We have found that James and Mary Ann's youngest daughter, Alice, (Emma's great-great-grandmother) is not present in the census and so it is assumed that she was living in the care of another couple – probably to keep her safe from exposure to dangers from the workshop. We can see that Mary Ann's father, John Yerl, is living with them. Bizarrely he is given the relationship to the head of the household as 'Assistant' when he was actually his father-in-law.
Emma is keen in the TV programme to find out if Alice ever lived with her parents. As we are able to see from looking at the 1871 census on TheGenealogist, by the time that this was taken Alice was now living with her father James and all of her brothers and sisters. James Gretton now seems to have a different "wife" called Helena, with whom he had a further daughter.
Unhappily the research points to Emma's 3 x great-grandfather, James Gretton, eventually ending his days in a workhouse infirmary with his son in attendance. While sad as his end was, Emma' gratified to have discovered that she comes from a line of true Brummies.

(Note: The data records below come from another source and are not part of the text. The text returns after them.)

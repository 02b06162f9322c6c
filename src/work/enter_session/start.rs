//! What has to be known before the first row.
//!
//! Comes in: answers as text, from options, prompts or a session file. Goes out: a [`SessionReady`] session without rows.
//! Diluent, loop volume and mass have the diver's own entry for their default; what is not said about conditions and rest
//! stays unsaid, and the uptake warns of it.

use std::path::Path;

use chrono::{DateTime, FixedOffset, Timelike as _};

use super::SessionEnterError;
use super::answers::{put, says, take};
use crate::book::{Book, BookError, RunState, SessionQuery};
use crate::clock;
use crate::entry::{
    CellPapers, Diluent, Diver, Id, Influence, LeakTest, LineReference, LoopKept, Place, Rest, Run, Session,
    SessionConditions, SessionNumber, SessionReadings,
};
use crate::quantity::show::uncertain_to_text;
use crate::record::{read_run_and_files, read_session_setup};
use crate::report::session_enter_questions::SessionQuestion;
use crate::report::session_enter_words::stands;
use crate::work::WorkError;
use crate::work::lines::{self, FoundLine};
use crate::work::shelf::{Shelf, ShelfRegisters};
use crate::work::uptake::note_line;

/// What is known of a session before it begins.
#[derive(Debug)]
pub struct SessionStart {
    shelf: Shelf,
    /// As it stands in the register; none when it is new.
    registered: Option<Diver>,
    /// A session of this diver that is still open.
    open: Option<SessionNumber>,
    /// As far as it is known; without readings and events.
    session: Session,
    taken: Option<DateTime<FixedOffset>>,
    answered: Vec<SessionQuestion>,
    line_run: Option<Run>,
    notes: Vec<String>,
}

/// A session that can begin with its first row.
#[derive(Debug)]
pub struct SessionReady {
    pub(super) shelf: Shelf,
    /// The session, without rows.
    pub session: Session,
    /// The run of the run file that its setup names.
    pub line_run: Option<Run>,
    pub(super) line: Option<FoundLine>,
    /// What was said on the way.
    pub notes: Vec<String>,
}

impl SessionStart {
    /// Begins with a diver.
    ///
    /// # Errors
    /// A text that is no name; a book that is there and cannot be read.
    pub fn new(shelf: Shelf, diver: &str) -> Result<Self, WorkError> {
        let diver = Id::new(diver)
            .map_err(|why| SessionEnterError::Name { text: diver.to_owned(), why: why.to_string() })?;
        let (mut registered, mut open) = (None, None);
        if let Some(book) = there(&shelf)? {
            registered = book.entry::<Diver>(&diver)?.map(|found| found.entry);
            let of = SessionQuery { diver: Some(diver.clone()), limit: Some(1), offset: 0 };
            let newest = book.sessions(&of)?;
            open = newest.first().filter(|row| row.state == RunState::Open).map(|row| row.number);
        }
        let session = Session {
            diver: registered.as_ref().map_or(diver, |diver| diver.id.clone()),
            mass: registered.as_ref().and_then(|diver| diver.mass),
            place: Place::Couch,
            kept: LoopKept::Held,
            diluent: registered.as_ref().and_then(|diver| diver.diluent).unwrap_or(Diluent::Air),
            loop_volume: registered.as_ref().and_then(|diver| diver.loop_volume),
            leak_test: LeakTest::NotDone,
            nose_clip: None,
            oxygen: None,
            taken: this_second(),
            readings: SessionReadings::default(),
            line: None,
            conditions: SessionConditions::default(),
            cells: CellPapers::default(),
            rest: Rest::default(),
            assumptions: crate::entry::Assumptions::DEFAULT,
            events: Vec::new(),
            cylinder: None,
        };
        Ok(Self {
            shelf,
            registered,
            open,
            session,
            taken: None,
            answered: Vec::new(),
            line_run: None,
            notes: Vec::new(),
        })
    }

    /// Takes from a session file everything that is not given yet but the time, readings and events.
    ///
    /// # Errors
    /// A file that is refused, or the run file it names.
    pub fn take_from(&mut self, file: &Path) -> Result<(), WorkError> {
        let loaded = read_session_setup(file)?;
        self.notes.extend(loaded.notes.iter().map(ToString::to_string));
        let said = loaded.value;
        if let (false, Some(LineReference::RunFile(name))) =
            (self.is_answered(SessionQuestion::Orifice), &said.line)
        {
            let at = file.parent().unwrap_or(Path::new("")).join(name);
            let registers = ShelfRegisters::new(&self.shelf);
            let run = match read_run_and_files(&at, &registers) {
                Ok((run, _)) => run,
                Err(refused) => return Err(registers.failure().unwrap_or_else(|| refused.into())),
            };
            self.notes.extend(run.notes.iter().map(ToString::to_string));
            self.line_run = Some(run.value);
        }
        let of_another = |diver: &Id| !diver.as_str().eq_ignore_ascii_case(self.session.diver.as_str());
        let another = said.diver.as_ref().filter(|diver| of_another(diver));
        let taken = match another {
            None => "volume, conditions and rest are",
            Some(_) => "conditions are",
        };
        self.notes.extend(another.map(|diver| {
            format!("{} is of {diver}: mass, loop volume and rest are not taken from it", file.display())
        }));
        for question in SessionQuestion::ALL {
            let known = self.answered.contains(&question) || (another.is_some() && question.of_the_diver());
            if !known && says(&said, question) {
                take(&mut self.session, question, said.clone());
                self.answered.push(question);
            }
        }
        self.session.oxygen = said.oxygen;
        self.session.assumptions = said.assumptions;
        self.session.cylinder = said.cylinder;
        self.session.conditions.water = said.conditions.water;
        self.notes.push(format!(
            "{taken} those of {}: what differs today is typed anew, as in barometer 1009 hPa ± 1 hPa",
            file.display()
        ));
        Ok(())
    }

    /// The diver.
    #[must_use]
    pub const fn diver(&self) -> &Id {
        &self.session.diver
    }

    /// Whether the diver is in the register.
    #[must_use]
    pub const fn is_registered(&self) -> bool {
        self.registered.is_some()
    }

    /// The newest session of this diver, when it is still open.
    #[must_use]
    pub const fn open_session(&self) -> Option<SessionNumber> {
        self.open
    }

    /// The session as far as it is known.
    #[must_use]
    pub const fn session(&self) -> &Session {
        &self.session
    }

    /// What is to be said since this was asked last.
    pub fn take_notes(&mut self) -> Vec<String> {
        std::mem::take(&mut self.notes)
    }

    /// Whether a question has its answer, or is not asked at this place.
    #[must_use]
    pub fn is_answered(&self, question: SessionQuestion) -> bool {
        let elsewhere = question.of_the_pool() && self.session.place == Place::Couch;
        elsewhere || self.answered.contains(&question)
    }

    /// What an empty answer means, in words.
    #[must_use]
    pub fn default_words(&self, question: SessionQuestion) -> String {
        match question {
            SessionQuestion::Taken => this_second().to_rfc3339(),
            _ => stands(question, &self.session),
        }
    }

    /// Takes an answer; an empty one means what [`SessionStart::default_words`] says.
    ///
    /// # Errors
    /// A text that is no answer, each in one sentence; an orifice without a line; a book that cannot be read.
    pub fn answer(&mut self, question: SessionQuestion, text: &str) -> Result<(), WorkError> {
        let text = text.trim();
        if question == SessionQuestion::Taken {
            self.taken = Some(if text.is_empty() { this_second() } else { time(text)? });
        } else if !text.is_empty() {
            let mut session = self.session.clone();
            put(&mut session, question, text)?;
            if question == SessionQuestion::Orifice {
                // Whether it has a line is known now, and not when the diver is on the loop.
                line_of(&self.shelf, &session, None)?;
                self.line_run = None;
            }
            self.session = session;
        }
        self.answered.push(question);
        Ok(())
    }

    /// The session, when everything needed is known; what is not answered takes its default.
    ///
    /// # Errors
    /// A line that cannot be found or worked out.
    pub fn ready(mut self) -> Result<SessionReady, WorkError> {
        self.session.taken = self.taken.unwrap_or_else(this_second);
        let depth = self.session.conditions.depth.value.map_or(0.0, |depth| depth.as_m());
        if self.session.place == Place::Couch && depth.abs() > 0.0 {
            self.session.conditions.depth = Influence::default();
            self.notes.push("the depth that was said belongs to a pool, and is not taken".to_owned());
        }
        let own = self.registered.as_ref().and_then(|diver| diver.loop_volume);
        if let (Some(volume), false) = (own, self.answered.contains(&SessionQuestion::LoopVolume)) {
            let volume = uncertain_to_text(volume);
            self.notes.push(format!("the loop volume is that of the diver's entry: {volume}"));
        }
        if self.session.kept != LoopKept::Topped && self.session.cylinder.take().is_some() {
            self.notes
                .push("the cylinder of the file is weighed for a topped loop, and is not taken".to_owned());
        }
        if self.session.oxygen.is_none() {
            self.notes.push(crate::record::Note::PurityTaken.to_string());
        }
        let line = line_of(&self.shelf, &self.session, self.line_run.as_ref())?;
        note_line("the session", false, &self.session, line.as_ref(), &mut self.notes)?;
        Ok(SessionReady {
            shelf: self.shelf,
            session: self.session,
            line_run: self.line_run,
            line,
            notes: self.notes,
        })
    }
}

/// The line of a session: of the run that its file named, or of its orifice in the book.
///
/// # Errors
/// An orifice without a complete run; a run that cannot be analysed; a book that cannot be read.
pub(super) fn line_of(
    shelf: &Shelf,
    session: &Session,
    line_run: Option<&Run>,
) -> Result<Option<FoundLine>, WorkError> {
    match (&session.line, line_run) {
        (_, Some(run)) => {
            Ok(Some(lines::of_kept_run(run, Path::new("the run file"), session.taken.date_naive())?))
        }
        (Some(LineReference::Orifice(orifice)), None) => {
            Ok(Some(lines::from_book_at(&shelf.to_read()?, orifice, session.taken)?))
        }
        (Some(LineReference::RunFile(_)) | None, None) => Ok(None),
    }
}

/// The time a person would write down.
fn this_second() -> DateTime<FixedOffset> {
    let now = clock::now();
    now.with_nanosecond(0).unwrap_or(now)
}

fn time(text: &str) -> Result<DateTime<FixedOffset>, SessionEnterError> {
    DateTime::parse_from_rfc3339(text).map_err(|_| SessionEnterError::Taken(text.to_owned()))
}

/// The book, if there is one.
fn there(shelf: &Shelf) -> Result<Option<Book>, WorkError> {
    match shelf.to_read() {
        Ok(book) => Ok(Some(book)),
        Err(WorkError::Book(BookError::NoBook { .. })) => Ok(None),
        Err(error) => Err(error),
    }
}
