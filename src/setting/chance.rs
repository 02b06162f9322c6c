//! The probability that the injection exceeds the uptake.
//!
//! Comes in: the excess `D = J − M` by its best estimate, the standard uncertainty of everything normal in it, and that of
//! the uptake with its degrees of freedom. Goes out: `P(D > 0)`. With `D = d + s·Z − u·T`, Z normal and T Student,
//! `P = ∫ φ(z)·F_ν((d + s·z)/u) dz`: the convolution itself, by the trapezoidal rule, which for such an integrand
//! converges faster than any power of the step. One pair of effective degrees of freedom (Welch-Satterthwaite) for the sum
//! would be quicker and wrong in the way that matters: adding uncertainty could then lower the chance. Left out: that an uptake
//! is never negative.

use crate::stats::distribution::{normal_cdf, student_t_cdf};

/// Normal deviates to which the integral goes; beyond lies 1e-15 of the probability.
const END: f64 = 8.0;
/// Widest step.
const STEP: f64 = 0.25;
/// Where the Student part is less than this share of the normal one, its shape no longer shows (a share of 0.01 changes
/// the chance by under 1e-4 of itself).
const LEAST_SHARE: f64 = 0.01;

/// The excess of injection over uptake, L/min.
#[derive(Debug, Clone, Copy, PartialEq)]
pub(super) struct Excess {
    /// Best estimate.
    pub(super) mean: f64,
    /// Standard uncertainty of its normal part.
    pub(super) normal_u: f64,
    /// Standard uncertainty of its Student part, and that part's degrees of freedom.
    pub(super) student_u: f64,
    pub(super) dof: f64,
}

impl Excess {
    /// The probability that it is above zero.
    pub(super) fn chance(&self) -> f64 {
        let Self { mean, normal_u, student_u, dof } = *self;
        if dof.is_infinite() || student_u < LEAST_SHARE * normal_u {
            let u = (normal_u * normal_u + student_u * student_u).sqrt();
            return at(mean, u, normal_cdf);
        }
        if normal_u <= 0.0 {
            return at(mean, student_u, |t| student_t_cdf(t, dof));
        }
        let step = STEP.min(0.5 * student_u / normal_u);
        let steps = (END / step).ceil() as i32;
        let (mut sum, mut weights) = (0.0, 0.0);
        for i in -steps..=steps {
            let z = f64::from(i) * step;
            let weight = libm::exp(-0.5 * z * z);
            weights += weight;
            sum += weight * student_t_cdf((mean + normal_u * z) / student_u, dof);
        }
        sum / weights
    }
}

/// The distribution function at `mean/u`; a step where nothing is uncertain.
fn at(mean: f64, u: f64, distribution: impl Fn(f64) -> f64) -> f64 {
    if u > 0.0 {
        distribution(mean / u)
    } else if mean > 0.0 {
        1.0
    } else {
        0.0
    }
}

#[cfg(test)]
mod tests {
    use super::*;
    use crate::stats::monte_carlo::Random;

    #[test]
    fn the_chance_is_that_of_a_million_draws() {
        for (case, (mean, normal_u, student_u, dof)) in
            [(-0.05, 0.01, 0.025, 8.0), (-0.05, 0.03, 0.015, 3.0), (-0.03, 0.012, 0.012, 14.0)]
                .into_iter()
                .enumerate()
        {
            let mut random = Random::new(20_261_112, case as u64);
            let draws = 400_000;
            let over = (0..draws)
                .filter(|_| mean + normal_u * random.normal() - student_u * random.student_t(dof) > 0.0)
                .count();
            let want = over as f64 / f64::from(draws);
            let got = Excess { mean, normal_u, student_u, dof }.chance();
            // Four standard deviations of the count.
            let tolerance = 4.0 * (want * (1.0 - want) / f64::from(draws)).sqrt();
            assert!((got - want).abs() < tolerance, "case {case}: got {got}, want {want} ± {tolerance}");
        }
    }

    #[test]
    fn the_ends_are_the_plain_distributions() {
        // 2.5 % tails: −1.959964 normal (any table), −2.306004 for 8 degrees of freedom.
        let normal = Excess { mean: -1.959_964 * 0.05, normal_u: 0.03, student_u: 0.04, dof: f64::INFINITY };
        assert!((normal.chance() - 0.025).abs() < 1e-7);
        let student = Excess { mean: -2.306_004, normal_u: 0.0, student_u: 1.0, dof: 8.0 };
        assert!((student.chance() - 0.025).abs() < 1e-7);
        let certain = |mean| Excess { mean, normal_u: 0.0, student_u: 0.0, dof: 8.0 }.chance();
        assert_eq!((certain(-0.1), certain(0.1)), (0.0, 1.0));
    }

    #[test]
    fn the_joints_are_smooth() {
        let at = |student_u| Excess { mean: -0.2, normal_u: 0.1, student_u, dof: 3.0 }.chance();
        assert!((at(0.000_999) / at(0.001_001) - 1.0).abs() < 1e-3);
        let at = |normal_u| Excess { mean: -0.2, normal_u, student_u: 0.1, dof: 3.0 }.chance();
        assert!((at(0.0) - at(1e-6)).abs() < 1e-9);
    }

    #[test]
    fn more_uncertainty_never_lowers_the_chance() {
        // Where effective degrees of freedom would: 3 of them, and a normal part added.
        let at = |normal_u| Excess { mean: -3.0, normal_u, student_u: 1.0, dof: 3.0 }.chance();
        let mut last = 0.0;
        for i in 0..200 {
            let chance = at(f64::from(i) * 0.02);
            assert!(chance >= last, "{i}: {chance} < {last}");
            last = chance;
        }
    }
}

"The one thing that I wanted to find within this was that we had solid, authentic roots in this brilliant city that I absolutely love. And James Gretton has given me that."
Emma's Irish line
By talking to her father Emma is surprised to find out that he has discovered, on his maternal line, that his grandmother Margaret Kirwan (Emma's great-great-grandmother) had been born in Ireland to Michael Kirwan and Harriet Fowler. Emma wasn't aware that she had any Irish ancestry on her father's side and so the TV programme sees her head over to Ireland to continue the research.
At the Registry of Deeds in Dublin, Emma uncovers the fact that her 3 x great-grandparents Michael Kirwan's and Harriet Fowler's marriage in 1861 was a mixed denomination marriage. Michael Kirwan was a Catholic, while Harriet Fowler was a Protestant. There was also a difference in the social station of the couple's fathers. Michael Kirwan's father, also named Michael Kirwan, had the occupation of marble mason. Harriet's father, on the other hand, was Richard Fowler who was recorded on the marriage certificate as a gentleman.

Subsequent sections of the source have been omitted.